# Instructions to follow:
Collect every line below that contains the word "kindWords".

╭──

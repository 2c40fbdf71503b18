import { Quantity } from "@/components/ui/quantity";
import type { RankingEntry } from "@/lib/advice/advice";
import { formatRatio } from "@/lib/shared/format";
import { sourceText } from "./source-text";

/** The chain from the model's time to the result: model, rules, priority, evidence. Factors of 1 give a reason only. */
export function FactorChain({ entry }: { entry: RankingEntry }) {
  const product = entry.factors.reduce((all, factor) => all * factor.factor, 1);
  return (
    <ol className="grid gap-1.5 text-sm">
      <Step kind="Model" value={<Quantity value={entry.estimate.totalSeconds.median} unit="seconds" />}>
        Predicted time for all solves, set-up included.
      </Step>
      {entry.factors.map((factor, index) => (
        <Step key={index} kind={kindWords[factor.kind]} value={factor.factor === 1 ? "reason only" : `× ${formatRatio(factor.factor).replace(/x$/, "")}`}>
          {factor.text}
          {factor.source !== null && <span className="block text-faint">Source: {sourceText(factor.source)}</span>}
        </Step>
      ))}
      {entry.evidenceRuns === 0 && (
        <Step kind="Evidence" value="none yet">
          No recorded run of the team speaks about this strategy.
        </Step>
      )}
      <Step kind="Result" value={<Quantity value={entry.estimate.totalSeconds.median * product} unit="seconds" />} strong>
        {entry.relativeTime === null ? "Not ranked." : entry.rank === 1 ? "The first; the others are measured against it." : `${formatRatio(entry.relativeTime)} the time of the first.`}
      </Step>
    </ol>
  );
}

const kindWords: Record<RankingEntry["factors"][number]["kind"], string> = { rule: "Rule", evidence: "Evidence", priority: "Priority" };

function Step({ kind, value, strong = false, children }: { kind: string; value: React.ReactNode; strong?: boolean; children: React.ReactNode }) {
  return (
    <li className={`grid grid-cols-[4.5rem_minmax(0,1fr)_auto] gap-x-3 border-b border-hairline pb-1.5 last:border-0 ${strong ? "font-semibold" : ""}`}>
      <span className="text-faint">{kind}</span>
      <span className="min-w-0">{children}</span>
      <span className="figures text-right whitespace-nowrap">{value}</span>
    </li>
  );
}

╰──

# Result for this task:
        <Step key={index} kind={kindWords[factor.kind]} value={factor.factor === 1 ? "reason only" : `× ${formatRatio(factor.factor).replace(/x$/, "")}`}>
const kindWords: Record<RankingEntry["factors"][number]["kind"], string> = { rule: "Rule", evidence: "Evidence", priority: "Priority" };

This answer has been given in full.